[[ Materials provided, beginning ]]
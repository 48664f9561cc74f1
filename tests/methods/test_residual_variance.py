"""Variance of points: estimated, freed of bias, freed of scatter."""

import numpy as np
import pytest

from identkit.methods.modal_least_squares import starting_poles
from identkit.methods.modal_model import modal_response
from identkit.methods.modal_problem import ModalProblem, ModelShape
from identkit.methods.modal_solution import fitted_response, scale_data, solve
from identkit.methods.residual_variance import start_variance, updated_variance
from tests.methods.invented_plants import draw


def fitted(drawn, variance):
    data = scale_data(drawn.frequency, drawn.response, variance)
    shape = ModelShape(drawn.truth.base, drawn.truth.modal_frequency.size)
    return solve(ModalProblem(data, shape), starting_poles(drawn.truth, data.reference))


@pytest.mark.parametrize("floor", [0.0, 0.05])
def test_estimated_variance_is_near_the_true_one(floor):
    drawn = draw(np.random.default_rng(1), modes=4, floor=floor, even=True)
    solution = fitted(drawn, drawn.variance)
    found = updated_variance(solution, drawn.response, drawn.variance, True)
    ratio = found / drawn.variance
    assert np.median(ratio) == pytest.approx(1.0, abs=0.15)
    assert np.quantile(ratio, 0.02) > 0.5
    assert np.quantile(ratio, 0.98) < 2.0


def test_first_variance_is_of_the_right_size():
    drawn = draw(np.random.default_rng(2), modes=4)
    ratio = start_variance(drawn.frequency, drawn.response) / drawn.variance
    assert np.median(ratio) == pytest.approx(1.0, abs=0.25)


def test_few_points_get_a_relative_variance():
    response = np.array([1.0 + 1j, 2.0, 3.0j])
    found = start_variance(np.arange(1.0, 4.0), response)
    np.testing.assert_allclose(found, 1e-4 * np.abs(response) ** 2)


def test_a_smooth_stated_variance_is_left_alone():
    drawn = draw(np.random.default_rng(3), modes=4)
    solution = fitted(drawn, drawn.variance)
    found = updated_variance(solution, drawn.response, drawn.variance, False)
    np.testing.assert_array_equal(found, drawn.variance)


def test_weights_from_measured_size_are_moved_to_the_model():
    drawn = draw(np.random.default_rng(4), modes=4, noise=0.1)
    measured = (0.1 * np.abs(drawn.response)) ** 2
    found = updated_variance(fitted(drawn, measured), drawn.response, measured, False)
    before, after = (np.std(np.log(v / drawn.variance)) for v in (measured, found))
    assert after < 0.35 * before


def test_scatter_of_few_averages_is_smoothed():
    rng = np.random.default_rng(5)
    drawn = draw(rng, modes=4)
    scattered = drawn.variance * rng.gamma(8, 1 / 8, drawn.variance.size)
    found = updated_variance(fitted(drawn, scattered), drawn.response, scattered, False)
    before, after = (np.std(np.log(v / drawn.variance)) for v in (scattered, found))
    assert after < 0.4 * before


def test_true_wiggles_of_the_variance_are_kept():
    rng = np.random.default_rng(6)
    drawn = draw(rng, modes=4)
    rough = np.where(np.arange(1200) % 3 == 0, 9.0, 1.0)
    clean = modal_response(drawn.frequency, drawn.truth)
    response = clean + (drawn.response - clean) * np.sqrt(rough)
    drawn = type(drawn)(drawn.frequency, response, drawn.variance * rough, drawn.truth)
    found = updated_variance(fitted(drawn, drawn.variance), response, drawn.variance, False)
    np.testing.assert_array_equal(found, drawn.variance)


def test_fitted_response_is_the_model_with_its_delay():
    drawn = draw(np.random.default_rng(7), modes=4)
    solution = fitted(drawn, drawn.variance)
    off = fitted_response(solution) - modal_response(drawn.frequency, drawn.truth)
    assert np.median(np.abs(off) ** 2 / drawn.variance) < 0.05
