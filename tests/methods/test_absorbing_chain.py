import numpy as np
import pytest

from identkit.methods.absorbing_chain import AbsorbingChain, solve_limit
from identkit.methods.cusum_run_length import cusum_chain
from identkit.methods.ewma_run_length import ewma_chain
from identkit.methods.multivariate_ewma_run_length import multivariate_ewma_chain


def test_one_state_is_geometric():
    chain = AbsorbingChain(np.array([0.9]), np.array([[0.9]]))
    assert chain.average() == pytest.approx(10.0)
    np.testing.assert_allclose(chain.survival(3), [1.0, 0.9, 0.81, 0.729])


@pytest.mark.parametrize(
    "chain",
    [ewma_chain(0.2, 2.0), cusum_chain(0.5, 2.0), multivariate_ewma_chain(3, 0.2, 8.0)],
    ids=["ewma", "cusum", "multivariate ewma"],
)
def test_the_average_is_the_sum_of_the_chances_of_going_on(chain):
    assert chain.survival(4000).sum() == pytest.approx(chain.average(), rel=1e-9)


def test_a_limit_that_is_too_low_is_refused():
    with pytest.raises(ValueError, match="expected more than"):
        solve_limit(lambda limit: 10.0 + limit, 5.0, 0.0, 1.0)
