import numpy as np
import pytest

from identkit.methods.change_point import change_point, mean_segments
from identkit.methods.lag_one_autocorrelation import lag_one_autocorrelation
from identkit.methods.trend_crossing import trend_crossing


def test_a_step_is_placed_and_its_confidence_set_covers():
    generator = np.random.default_rng(1)
    covered = 0
    for _ in range(200):
        values = generator.standard_normal(40)
        values[25:] += 1.5
        covered += 25 in change_point(values).confidence_set(0.9)
    assert 0.82 <= covered / 200 <= 0.99


def test_without_a_step_the_chance_is_a_bound():
    generator = np.random.default_rng(2)
    chances = [change_point(generator.standard_normal(30)).chance for _ in range(400)]
    assert np.mean(np.array(chances) < 0.05) <= 0.05 + 3 * np.sqrt(0.05 * 0.95 / 400)


def test_segments_of_a_lot_that_came_and_went():
    values = np.concatenate([np.zeros(12), np.full(8, 6.0), np.zeros(12)])
    values += 0.5 * np.random.default_rng(3).standard_normal(32)
    assert mean_segments(values, 0.01) == [(0, 12), (12, 20), (20, 32)]


def test_too_few_points_have_no_change():
    assert change_point(np.zeros(10)) is None
    assert change_point(np.array([1.0, 2.0, 3.0])) is None


@pytest.mark.parametrize(("memory", "found"), [(0.85, True), (0.0, False)])
def test_memory_is_told_from_independence(memory, found):
    generator = np.random.default_rng(4)
    values, hits = np.zeros(40), 0
    for _ in range(100):
        noise = generator.standard_normal(40)
        values[0] = noise[0]
        for at in range(1, 40):
            values[at] = memory * values[at - 1] + np.sqrt(1 - memory**2) * noise[at]
        hits += lag_one_autocorrelation(values).chance < 0.01
    assert hits > 90 if found else hits < 6


def test_a_trend_meets_its_level_where_it_should():
    generator = np.random.default_rng(5)
    time = np.linspace(0.0, 60.0, 30)
    covered = 0
    for _ in range(200):
        line = trend_crossing(
            time, -0.5 + 0.005 * time + 0.05 * generator.standard_normal(30), 0.0, confidence=0.9
        )
        covered += line.low <= 100.0 <= line.high
    assert 0.84 <= covered / 200 <= 0.96
    assert line.crossing == pytest.approx(100.0, abs=25.0)


def test_without_a_trend_nothing_is_foretold():
    values = np.random.default_rng(6).standard_normal(30) - 3.0
    line = trend_crossing(np.arange(30.0), values, 0.0)
    assert line.high == np.inf
    assert trend_crossing(np.zeros(5), np.arange(5.0), 0.0) is None
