def register(
    connection: duckdb.DuckDBPyConnection,
    *,
    control: Control | None = None,
    threads: int | None = None,
) -> None:
    """Equip a DuckDB connection with every function of the catalogue.

    Parameters
    ----------
    connection : duckdb.DuckDBPyConnection
        Any connection or cursor. Nothing is written to its database: the functions live in the
        instance and their macros are temporary. Call it again on every further cursor.
    control : Control, optional
        Counts finished values and can stop running functions. The one given first serves all
        connections of the same instance.
    threads : int, optional
        Threads that work on one batch; DuckDB's own setting when not given.

    Examples
    --------
    >>> import duckdb
    >>> connection = duckdb.connect()
    >>> register(connection)
    >>> connection.sql("SELECT trimmed_mean(x, 0.25) FROM (VALUES (1), (2), (4), (90)) t(x)")
    """
    if control is None:
        control = Control()
    if threads is None:
        row = connection.execute("SELECT current_setting('threads')").fetchone()
        threads = int(row[0]) if row else 1
    binding = _Binding(connection, control, threads)
    binding.register_shared()
    for function in functions().values():
        if function.kind == "aggregate":
            binding.register_aggregate(function)
    for function in functions().values():
        if function.kind == "table":
            connection.execute(table_macro(function))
[[ Materials provided, end ]]
What the task asks |
Please return each line of the data above in which the word "time" occurs.

Finished task |
    time = np.linspace(0.0, 60.0, 30)
            time, -0.5 + 0.005 * time + 0.05 * generator.standard_normal(30), 0.0, confidence=0.9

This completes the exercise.